Is there anything else i can try??

With kindest uk regards

Andy :wave:


----------



## andymac7 (Apr 26, 2011)

Jusplyn said:


> U can get a copy of windows from dell for the cost of shipping u just got to ask em. Need ur model and serial number from computer when u order them though



HI there,

Am i able to order a windows 7os disk even though i live in the UK ??? PLease could you let me know if i can and what number to phone or who to email.

Kind regards

Andy ray:


----------



## andymac7 (Apr 26, 2011)

Jeepfreek said:


> Hi Andy,
> 
> Hmmmm.....jolly, old England, eh? Well, I guess you could emigrate but that might be a bit more expensive than fixing your computer! :laugh:
> 
> ...


 Hiya Mike.

I have tried disconnecting the battery but that didnt work either !! As for England, it isnt always foggy haha.
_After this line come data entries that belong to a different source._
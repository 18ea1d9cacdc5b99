// Chronodrome, GPL-3.0-or-later.
#include <algorithm>
#include <catch2/catch.hpp>
#include <map>
#include <set>
#include <sstream>

#include "activation/activation.h"
#include "conduction/conduction.h"
#include "response/response.h"
#include "results/dictionary.h"
#include "results/table_reader.h"
#include "results/tables.h"
#include "rhythm/intervals.h"
#include "support/sample_sessions.h"

using namespace chronodrome;

namespace {

/// Heads of every CSV that the sample sessions lead to, by file.
std::map<std::string, std::vector<std::string>> written_heads() {
  std::map<std::string, std::vector<std::string>> heads;
  for (const char* name : {"atrial-strip", "guinea-pig-heart", "rabbit-heart"}) {
    for (const auto& file : results::result_files(test_support::sample_session(name), "x")) {
      if (!file.name.ends_with(".csv")) continue;
      results::TableReader reader(file.content);
      reader.next(heads[file.name]);
    }
  }
  return heads;
}

std::set<std::string> words_of(std::string_view values) {
  std::istringstream in{std::string(values)};
  std::set<std::string> words;
  for (std::string word; in >> word;)
    words.insert(word == "empty" ? "" : word);
  return words;
}

} // namespace

TEST_CASE("the dictionary holds each column of each table that is written, in order, and no other",
          "[results]") {
  const auto written = written_heads();
  CHECK(written.size() >= 9);
  std::map<std::string, std::vector<std::string>> described;
  for (const auto& row : results::column_meanings()) {
    if (row.file == "workbook.xlsx") continue; // a sheet: held by the workbook's own test
    described[std::string(row.file)].emplace_back(row.column);
    CHECK_FALSE(row.meaning.empty());
  }
  CHECK(described == written);
}

TEST_CASE("dictionary.csv names the tables of its folder only", "[results]") {
  const auto files = results::result_files(test_support::sample_session("guinea-pig-heart"), "x");
  const auto dictionary = std::find_if(files.begin(), files.end(),
                                       [](const auto& file) { return file.name == "dictionary.csv"; });
  REQUIRE(dictionary != files.end());
  std::set<std::string> named;
  results::TableReader reader(dictionary->content);
  std::vector<std::string> cells;
  REQUIRE(reader.next(cells));
  CHECK(cells == std::vector<std::string>{"file", "column", "meaning", "unit", "values"});
  while (reader.next(cells)) {
    REQUIRE(cells.size() == 5);
    named.insert(cells[0]);
  }
  std::set<std::string> there = {"workbook.xlsx"};
  for (const auto& file : files) {
    if (file.name.ends_with(".csv")) there.insert(file.name);
  }
  CHECK(named == there);
  CHECK(named.count("mechanics.csv") == 0);
}

TEST_CASE("the words that a column may hold are those the program writes", "[results]") {
  using results::meaning_of;
  std::set<std::string> states, statuses, origins, flags;
  for (int i = 0; i < 4; ++i)
    states.insert(conduction::name_of(static_cast<conduction::DelayState>(i)));
  for (int i = 0; i < 6; ++i)
    statuses.insert(response::name_of(static_cast<response::Status>(i)));
  for (int i = 0; i < 3; ++i)
    origins.insert(activation::name_of(static_cast<activation::Origin>(i)));
  for (int i = 0; i < 7; ++i)
    flags.insert(rhythm::name_of(static_cast<rhythm::IntervalFlag>(i)));
  CHECK(words_of(meaning_of("delays.csv", "state")->values) == states);
  CHECK(words_of(meaning_of("responses.csv", "status")->values) == statuses);
  CHECK(words_of(meaning_of("activations.csv", "origin")->values) == origins);
  CHECK(words_of(meaning_of("intervals.csv", "flag")->values) == flags);
  const auto kinds = words_of(meaning_of("rhythm.csv", "kind")->values);
  for (const char* name : {"atrial-strip", "guinea-pig-heart", "rabbit-heart"}) {
    for (const auto& episode : test_support::sample_session(name).rhythm.episodes) {
      INFO(episode.kind);
      CHECK(kinds.count(episode.kind) == 1);
    }
  }
}

TEST_CASE("a table is read back as it was written", "[results]") {
  results::TableReader reader("a,\"b \"\"c\"\", d\"\n,\n\"two\nlines\",x\n");
  std::vector<std::string> cells;
  REQUIRE(reader.next(cells));
  CHECK(cells == std::vector<std::string>{"a", "b \"c\", d"});
  REQUIRE(reader.next(cells));
  CHECK(cells == std::vector<std::string>{"", ""});
  REQUIRE(reader.next(cells));
  CHECK(cells == std::vector<std::string>{"two\nlines", "x"});
  CHECK_FALSE(reader.next(cells));
}
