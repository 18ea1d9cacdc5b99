// Chronodrome, GPL-3.0-or-later.
#pragma once

#include <optional>
#include <string>
#include <vector>

#include "base/quantity.h"
#include "base/result.h"
#include "protocol/protocol.h"

namespace chronodrome::protocol {

/// What the session says about the bath.
struct BathConditions {
  std::optional<double> volume_ml; ///< before the first addition; nothing: not known, or perfused
  Seconds arrival_delay;           ///< from the tap to the tissue
};

struct AgentLevel {
  std::string agent; ///< as first written
  Molar concentration;
};

/// From `time` on (at the tissue) the agent has this concentration.
struct LevelChange {
  Seconds time;
  std::string agent;
  Molar concentration;
  bool by_dilution = false; ///< because something else was added
};

/// Bath concentration of every agent over time, as the tissue meets it.
class BathTimeline {
public:
  /// 0 before the first change and for an agent that never was in the bath; spelling as in agent_key().
  [[nodiscard]] Molar concentration_at(const std::string& agent, Seconds time) const;
  /// Agents above 0 at that time, in order of their first appearance.
  [[nodiscard]] std::vector<AgentLevel> present_at(Seconds time) const;
  /// In order of time at the tissue; ties in the log's order.
  [[nodiscard]] const std::vector<LevelChange>& changes() const { return changes_; }
  /// In order of their first appearance.
  [[nodiscard]] const std::vector<std::string>& agents() const { return agents_; }
  /// The log's events with every concentration filled in.
  [[nodiscard]] const std::vector<Event>& events() const { return events_; }
  /// When the event reaches the tissue.
  [[nodiscard]] Seconds arrival_of(const Event& event) const;
  [[nodiscard]] const std::vector<Warning>& warnings() const { return warnings_; }

private:
  friend class BathLog;
  std::vector<LevelChange> changes_;
  std::vector<std::string> agents_;
  std::vector<Event> events_;
  std::vector<Warning> warnings_;
  Seconds arrival_delay_;
};

/// Follows the log from an agent-free bath. A stated concentration stands. Where none is stated it is what
/// the pipetted volume v of the stock S makes of c in the current volume V: (c V + S v) / (V + v). Every
/// volume added, of whatever, makes the bath larger and thins all other agents; where the log gives no
/// volume, or the bath's volume is not known, nothing is thinned. `washout` without an agent leaves an
/// agent-free bath of the first volume; of one agent, the first volume with the other agents at the value
/// they were set to. Requires: events in order of time. Errors: bad_value (a concentration that cannot be
/// computed because the bath's volume is not known; more added at once than the bath holds). Accuracy: no
/// overflow and no loss: true for a bath that grows. A bath that overflows differs by the added share of its
/// volume (about 1 % over a usual series). Source: conservation of mass.
Result<BathTimeline> follow_bath(const Protocol& protocol, const BathConditions& conditions);

} // namespace chronodrome::protocol
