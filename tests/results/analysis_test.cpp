// Chronodrome, GPL-3.0-or-later.
#include <catch2/catch.hpp>
#include <filesystem>
#include <fstream>
#include <iterator>
#include <locale>
#include <sstream>

#include "results/tables.h"
#include "session/analysis.h"

namespace fs = std::filesystem;
using namespace chronodrome;

namespace {

const std::string kSamples = std::string(CHRONODROME_SOURCE_DIR) + "/sample-sessions/";

/// A copy of the atrial strip whose files a test may change.
struct Strip {
  fs::path folder = fs::path(CHRONODROME_BUILD_DIR) / "test-session-strip";
  Strip() {
    fs::remove_all(folder);
    fs::create_directories(folder);
    for (const char* name : {"atrial-strip.session.json", "recording.csv", "protocol.csv"})
      fs::copy(kSamples + "atrial-strip/" + name, folder / name);
  }
  ~Strip() { fs::remove_all(folder); }
  [[nodiscard]] std::string session() const { return (folder / "atrial-strip.session.json").string(); }

  void replace(const std::string& from, const std::string& to) const {
    std::ifstream in(session());
    std::string text{std::istreambuf_iterator<char>(in), {}};
    const auto at = text.find(from);
    REQUIRE(at != std::string::npos);
    std::ofstream(session()) << text.replace(at, from.size(), to);
  }
};

session::SessionResult analysed(const std::string& path, unsigned threads = 1) {
  session::LoadOptions options;
  options.use_cache = false;
  options.threads = threads;
  const auto inputs = session::load_session(path, options);
  if (!inputs) FAIL(describe(inputs.error()));
  const auto result = session::analyse(*inputs, threads);
  if (!result) FAIL(describe(result.error()));
  return *result;
}

Error load_error(const std::string& path) {
  session::LoadOptions options;
  options.use_cache = false;
  const auto inputs = session::load_session(path, options);
  if (inputs) {
    const auto result = session::analyse(*inputs, 1);
    REQUIRE_FALSE(result.ok());
    return result.error();
  }
  return inputs.error();
}

} // namespace

TEST_CASE("the same bits for one thread and for three", "[session]") {
  const std::string path = kSamples + "guinea-pig-heart/guinea-pig-heart.session.json";
  const auto one = analysed(path, 1);
  const auto three = analysed(path, 3);
  const auto first = results::result_files(one, "x");
  const auto second = results::result_files(three, "x");
  REQUIRE(first.size() == second.size());
  for (std::size_t i = 0; i < first.size(); ++i) {
    CAPTURE(first[i].name);
    CHECK(first[i].content == second[i].content);
  }
}

TEST_CASE("files are the same under a locale with a decimal comma and thousands marks", "[session]") {
  struct Continental : std::numpunct<char> {
    char do_decimal_point() const override { return ','; }
    char do_thousands_sep() const override { return '.'; }
    std::string do_grouping() const override { return "\3"; }
  };
  const std::string path = kSamples + "atrial-strip/atrial-strip.session.json";
  const auto plain = results::result_files(analysed(path), "x");
  const std::locale before = std::locale::global(std::locale(std::locale::classic(), new Continental));
  std::ostringstream probe;
  probe << 1234.5;
  CHECK(probe.str() == "1.234,5"); // the locale does reach streams
  const auto continental = results::result_files(analysed(path), "x");
  std::locale::global(before);
  REQUIRE(plain.size() == continental.size());
  for (std::size_t i = 0; i < plain.size(); ++i)
    CHECK(plain[i].content == continental[i].content);
}

TEST_CASE("one row a step, curve and measure, the control first", "[session]") {
  const Strip strip;
  const auto result = analysed(strip.session());
  // Nine concentrations with the control, two measures.
  REQUIRE(result.responses.rows.size() == 18);
  CHECK(result.responses.rows.front().concentration == Molar(0.0));
  CHECK(result.responses.rows.front().measure == "rate:RA");
  REQUIRE(result.curves.size() == 2);
  CHECK(result.curves[0].measure == "rate:RA");
  CHECK(result.curves[0].agent == "carbachol");
  CHECK(result.intervals[0].size() + 1 == result.activations[0].marks.size());
}

TEST_CASE("corrections are replayed on every run and counted", "[session]") {
  const Strip strip;
  const auto before = analysed(strip.session());
  const double third = before.activations[0].marks[2].time.value();
  strip.replace("\"review\": []", "\"review\": [{\"seq\": 1, \"when\": \"2026-03-05T10:00:00Z\", \"who\": "
                                  "\"A. Bench\", \"what\": \"delete\", "
                                  "\"channel\": \"RA\", \"time_s\": " +
                                      std::to_string(third) +
                                      ", \"to_time_s\": null, \"why\": \"test\"}, "
                                      "{\"seq\": 2, \"when\": \"2026-03-05T10:01:00Z\", \"who\": \"A. "
                                      "Bench\", \"what\": \"add\", \"channel\": \"RA\", "
                                      "\"time_s\": 0.300, \"to_time_s\": null, \"why\": \"test\"}]");
  const auto after = analysed(strip.session());
  CHECK(after.activations[0].marks.size() == before.activations[0].marks.size());
  CHECK(after.corrections[0].added == 1);
  CHECK(after.corrections[0].removed == 1);
  CHECK(after.activations[0].marks[1].origin == activation::Origin::added);
}

TEST_CASE("a raw file that is not the session's is refused with both digests", "[session]") {
  const Strip strip;
  const std::string wrong(64, 'a');
  strip.replace("{\"path\": \"recording.csv\"}",
                "{\"path\": \"recording.csv\", \"sha256\": \"" + wrong + "\"}");
  const Error error = load_error(strip.session());
  CHECK(error.code == ErrorCode::digest_mismatch);
  CHECK(error.what.find(wrong) != std::string::npos);
}

TEST_CASE("a source that the recording does not hold is answered with those it holds", "[session]") {
  const Strip strip;
  strip.replace("\"source\": \"EG (mV)\"", "\"source\": \"EGG\"");
  const Error error = load_error(strip.session());
  CHECK(error.code == ErrorCode::bad_value);
  CHECK(error.what.find("EGG") != std::string::npos);
  CHECK(error.what.find("EG (mV)") != std::string::npos);
}

TEST_CASE("a recording that is not there is one clear line", "[session]") {
  const Strip strip;
  fs::remove(strip.folder / "recording.csv");
  const Error error = load_error(strip.session());
  CHECK(error.code == ErrorCode::file_missing);
  CHECK(error.file.find("recording.csv") != std::string::npos);
}

TEST_CASE("calibration and inversion change the values, not the times of force", "[session]") {
  const Strip strip;
  const auto before = analysed(strip.session());
  strip.replace("\"label\": \"T\"",
                "\"label\": \"T\", \"calibration\": {\"raw\": [0, 1], \"value\": [0, 2], \"unit\": \"mN\"}");
  const auto after = analysed(strip.session());
  REQUIRE(after.activations[1].marks.size() == before.activations[1].marks.size());
  CHECK_THAT(after.activations[1].beats[5].developed,
             Catch::Matchers::WithinRel(2.0 * before.activations[1].beats[5].developed, 1e-9));
  CHECK_THAT(after.activations[1].marks[5].time.value(),
             Catch::Matchers::WithinAbs(before.activations[1].marks[5].time.value(), 1e-9));
}

TEST_CASE("an excluded stretch enters no response", "[session]") {
  const Strip strip;
  strip.replace("\"review\": []",
                "\"review\": [{\"seq\": 1, \"when\": \"2026-03-05T10:00:00Z\", \"who\": \"A. Bench\", "
                "\"what\": \"exclude\", "
                "\"channel\": \"RA\", \"time_s\": 80, \"to_time_s\": 125, \"why\": \"test\"}]");
  const auto result = analysed(strip.session());
  CHECK(result.responses.rows[0].status == response::Status::excluded);
  CHECK_FALSE(result.responses.rows[0].value.has_value());
  CHECK(result.curves[0].fit.n_points == 8);
}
Telll you what, come over here and fix the laptop and we will show you some fantastic sunny areas of england !! 

Take care 

Andy


----------



## Michael_Larsen (Apr 25, 2005)

Hi Andy. I'd love to visit England again!! My wife and I have been thinking about going to Europe. All of my relatives live in Germany (aunts, uncles, cousins anyway). My mom was born and raised in Germany. I've been there a few times. I've only made it to the U.K. once. 

Hey, check out this link: WINDOWS 7 ULTIMATE. I think this might be what you're looking for.

Good day sir!

Mike


----------